Any good books on cache intrinsics?

I'm interested in data-oriented design and I'm devoting a lot of the time I spend on personal projects to micro-optimization.

Something I'm working on now requires reading 4 chunks of a chunked 2D grid into the cache at a time. The chunks are bigger than a single cache line, but if I can prefetch the entirety of the contents of each of the 4 chunks, I don't think I'll have any cache misses on the operations that work within elements of that subgrid.

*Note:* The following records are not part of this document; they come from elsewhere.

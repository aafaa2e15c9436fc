"""IEC 60063 preferred number series (E3 to E192) for resistors and capacitors.

The tables are written out literally, as published, because the standard's values are not all
the rounded geometric sequence ``10**(i/n)``: eight E24 values (2.7, 3.0, 3.3, 3.6, 3.9, 4.3,
4.7, 8.2) and one E192 value (9.20) differ from it.

Values are kept internally as integers in hundredths of the decade mantissa (470 for 4.7) and
turned into floats through decimal text, so a returned 4.7 nF is exactly the float ``4.7e-9``
and not ``4.700000000000001e-09``.

References
----------
IEC 60063:2015, Preferred number series for resistors and capacitors.
"""

from __future__ import annotations

import math

import numpy as np

SERIES_NAMES = ("E3", "E6", "E12", "E24", "E48", "E96", "E192")

# Two significant figures, IEC 60063:2015. E3, E6 and E12 are every 8th, 4th and 2nd E24 value.
_E24 = (
    100, 110, 120, 130, 150, 160, 180, 200, 220, 240, 270, 300,
    330, 360, 390, 430, 470, 510, 560, 620, 680, 750, 820, 910,
)  # fmt: skip
_E12 = _E24[::2]
_E6 = _E24[::4]
_E3 = _E24[::8]

# Three significant figures, IEC 60063:2015. E48 and E96 are every 4th and 2nd E192 value.
_E192 = (
    100, 101, 102, 104, 105, 106, 107, 109, 110, 111, 113, 114,
    115, 117, 118, 120, 121, 123, 124, 126, 127, 129, 130, 132,
    133, 135, 137, 138, 140, 142, 143, 145, 147, 149, 150, 152,
    154, 156, 158, 160, 162, 164, 165, 167, 169, 172, 174, 176,
    178, 180, 182, 184, 187, 189, 191, 193, 196, 198, 200, 203,
    205, 208, 210, 213, 215, 218, 221, 223, 226, 229, 232, 234,
    237, 240, 243, 246, 249, 252, 255, 258, 261, 264, 267, 271,
    274, 277, 280, 284, 287, 291, 294, 298, 301, 305, 309, 312,
    316, 320, 324, 328, 332, 336, 340, 344, 348, 352, 357, 361,
    365, 370, 374, 379, 383, 388, 392, 397, 402, 407, 412, 417,
    422, 427, 432, 437, 442, 448, 453, 459, 464, 470, 475, 481,
    487, 493, 499, 505, 511, 517, 523, 530, 536, 542, 549, 556,
    562, 569, 576, 583, 590, 597, 604, 612, 619, 626, 634, 642,
    649, 657, 665, 673, 681, 690, 698, 706, 715, 723, 732, 741,
    750, 759, 768, 777, 787, 796, 806, 816, 825, 835, 845, 856,
    866, 876, 887, 898, 909, 920, 931, 942, 953, 965, 976, 988,
)  # fmt: skip
_E96 = _E192[::2]
_E48 = _E192[::4]

_TABLES: dict[str, tuple[int, ...]] = {
    "E3": _E3,
    "E6": _E6,
    "E12": _E12,
    "E24": _E24,
    "E48": _E48,
    "E96": _E96,
    "E192": _E192,
}

# Common practice (no source): the tolerance parts of each series are usually sold with.
_DEFAULT_TOLERANCE = {
    "E3": 0.20,
    "E6": 0.20,
    "E12": 0.10,
    "E24": 0.05,
    "E48": 0.02,
    "E96": 0.01,
    "E192": 0.005,
}

_REL_TOL = 1e-9


def _table(series: str) -> tuple[int, ...]:
    try:
        return _TABLES[series]
    except (KeyError, TypeError):
        valid = ", ".join(SERIES_NAMES)
        raise ValueError(f"series must be one of {valid} (got {series!r})") from None


def _check_positive(name: str, value: float) -> float:
    value = float(value)
    if not math.isfinite(value) or value <= 0.0:
        raise ValueError(f"{name} must be a finite positive number (got {value!r})")
    return value


def _value_at(series: tuple[int, ...], index: int) -> float:
    """Value at position `index` of the endless ladder ..., 9.1, 10, 11, ... (index 0 = 1.0)."""
    decade, position = divmod(index, len(series))
    return float(f"{series[position]}e{decade - 2}")


def _index_below(series: tuple[int, ...], value: float) -> int:
    """Largest ladder index whose value is <= value (within the relative tolerance)."""
    n = len(series)
    guess = math.floor(math.log10(value) * n)
    index = guess + 1
    while _value_at(series, index) > value * (1.0 + _REL_TOL):
        index -= 1
    while _value_at(series, index + 1) <= value * (1.0 + _REL_TOL):
        index += 1
    return index


def _nearest_index(series: tuple[int, ...], value: float) -> int:
    below = _index_below(series, value)
    low, high = _value_at(series, below), _value_at(series, below + 1)
    # Nearest by ratio; a tie goes to the lower value.
    return below if value / low <= high / value else below + 1


def mantissas(series: str) -> np.ndarray:
    """Values of one IEC 60063 series within one decade.

    Parameters
    ----------
    series : str
        One of ``SERIES_NAMES`` ("E3", "E6", "E12", "E24", "E48", "E96", "E192").

    Returns
    -------
    numpy.ndarray
        Float values in [1, 10), ascending; 3, 6, 12, 24, 48, 96 or 192 of them.

    Raises
    ------
    ValueError
        If `series` is not one of ``SERIES_NAMES``.

    References
    ----------
    IEC 60063:2015, Preferred number series for resistors and capacitors.

    Examples
    --------
    >>> mantissas("E6").tolist()
    [1.0, 1.5, 2.2, 3.3, 4.7, 6.8]
    """
    table = _table(series)
    return np.array([_value_at(table, i) for i in range(len(table))])


def values_in_range(series: str, low: float, high: float) -> np.ndarray:
    """Every value of a series, over all decades, with ``low <= value <= high``.

    Parameters
    ----------
    series : str
        One of ``SERIES_NAMES``.
    low, high : float
        Inclusive bounds, finite and positive, ``low <= high``. A series value within a
        relative 1e-9 of a bound counts as inside.

    Returns
    -------
    numpy.ndarray
        Ascending float values, each the float nearest its three-figure decimal value
        (4.7e-9, not 4.700000000000001e-9). Empty when no value lies in the range.

    Raises
    ------
    ValueError
        If `series` is unknown, a bound is not finite and positive, or ``low > high``.

    Examples
    --------
    >>> values_in_range("E12", 3e3, 1e4).tolist()
    [3300.0, 3900.0, 4700.0, 5600.0, 6800.0, 8200.0, 10000.0]
    """
    table = _table(series)
    low = _check_positive("low", low)
    high = _check_positive("high", high)
    if low > high:
        raise ValueError(f"low must be <= high (got low={low!r}, high={high!r})")
    first = _index_below(table, low * (1.0 - 2 * _REL_TOL))
    last = _index_below(table, high)
    values = [_value_at(table, i) for i in range(first, last + 1)]
    return np.array([v for v in values if v >= low * (1.0 - _REL_TOL)], dtype=float)


def nearest(value: float, series: str) -> float:
    """The series value nearest to `value`, by ratio (the series is geometric).

    Parameters
    ----------
    value : float
        Finite positive value in any unit (ohm, F).
    series : str
        One of ``SERIES_NAMES``.

    Returns
    -------
    float
        The nearest series value; when `value` lies exactly midway in ratio between two
        values, the lower one.

    Raises
    ------
    ValueError
        If `series` is unknown or `value` is not finite and positive.

    Examples
    --------
    >>> nearest(4500.0, "E12")
    4700.0
    """
    table = _table(series)
    value = _check_positive("value", value)
    return _value_at(table, _nearest_index(table, value))


def step(value: float, series: str, steps: int) -> float:
    """Move `steps` positions up (positive) or down (negative) the series from `value`.

    The move starts at the series value nearest to `value` and crosses decades, so one
    step up from 8.2 kOhm in E12 is 10 kOhm.

    Parameters
    ----------
    value : float
        Finite positive starting value.
    series : str
        One of ``SERIES_NAMES``.
    steps : int
        Number of positions to move; 0 returns the nearest value.

    Returns
    -------
    float
        The series value `steps` positions away from the nearest value.

    Raises
    ------
    ValueError
        If `series` is unknown or `value` is not finite and positive.
    TypeError
        If `steps` is not an integer.

    Examples
    --------
    >>> step(8200.0, "E12", 1)
    10000.0
    >>> step(1000.0, "E24", -1)
    910.0
    """
    table = _table(series)
    value = _check_positive("value", value)
    if isinstance(steps, bool) or not isinstance(steps, int | np.integer):
        raise TypeError(f"steps must be an integer (got {steps!r})")
    return _value_at(table, _nearest_index(table, value) + int(steps))


def bracket(value: float, series: str) -> tuple[float, float]:
    """The series values just below-or-equal and just above-or-equal to `value`.

    Parameters
    ----------
    value : float
        Finite positive value.
    series : str
        One of ``SERIES_NAMES``.

    Returns
    -------
    tuple of float
        ``(below, above)`` with ``below <= value <= above``; both equal `value` when it is a
        series value (within a relative 1e-9).

    Raises
    ------
    ValueError
        If `series` is unknown or `value` is not finite and positive.

    Examples
    --------
    >>> bracket(5000.0, "E6")
    (4700.0, 6800.0)
    """
    table = _table(series)
    value = _check_positive("value", value)
    below = _index_below(table, value)
    low = _value_at(table, below)
    if low >= value * (1.0 - _REL_TOL):
        return low, low
    return low, _value_at(table, below + 1)


def default_tolerance(series: str) -> float:
    """The part tolerance commonly sold with a series, as a fraction (0.05 for 5 %).

    Common practice (no source): E3 and E6 20 %, E12 10 %, E24 5 %, E48 2 %, E96 1 %,
    E192 0.5 %.

    Parameters
    ----------
    series : str
        One of ``SERIES_NAMES``.

    Returns
    -------
    float
        Relative tolerance.

    Raises
    ------
    ValueError
        If `series` is unknown.

    Examples
    --------
    >>> default_tolerance("E96")
    0.01
    """
    _table(series)
    return _DEFAULT_TOLERANCE[series]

I see some interesting intrinsics in nightly, though the documentation isn't yet entirely there for a non-expert to get started with.

What I most want to do is just provide a range of memory to fetch all at once. The memory is laid out linearly inside each chunk, but not necessarily from one chunk to the next. So I would like to provide a range for each chunk as I glide across the overall 2D grid and work on 4-chunk blocks at a time.

I welcome answers to my particular question, suggestions that I'm going about this the wrong way entirely, or general books I should read for more background in this area.

1 Like

Chapters 3, 6.2 and 6.3 of Ulrich Drepper's What Every Programmer Should Know About Memory would make a good starting point for general background. They describe how caches work on a modernish (Core 2 Duo era) CPU, and while the details have changed since then, the broad behaviour is the same.

You generally don't want to prefetch a large block of memory at a time - the more prefetches you issue, the more likely they are to end up ignored as the cache is reused for "useful" data. Instead, you should be using a profiler to guide you, and prefetching the smallest amount of data that gets you a performance boost - e.g. start a loop by prefetching the items the next iteration will touch.

4 Likes

This topic was automatically closed 90 days after the last reply. New replies are no longer allowed.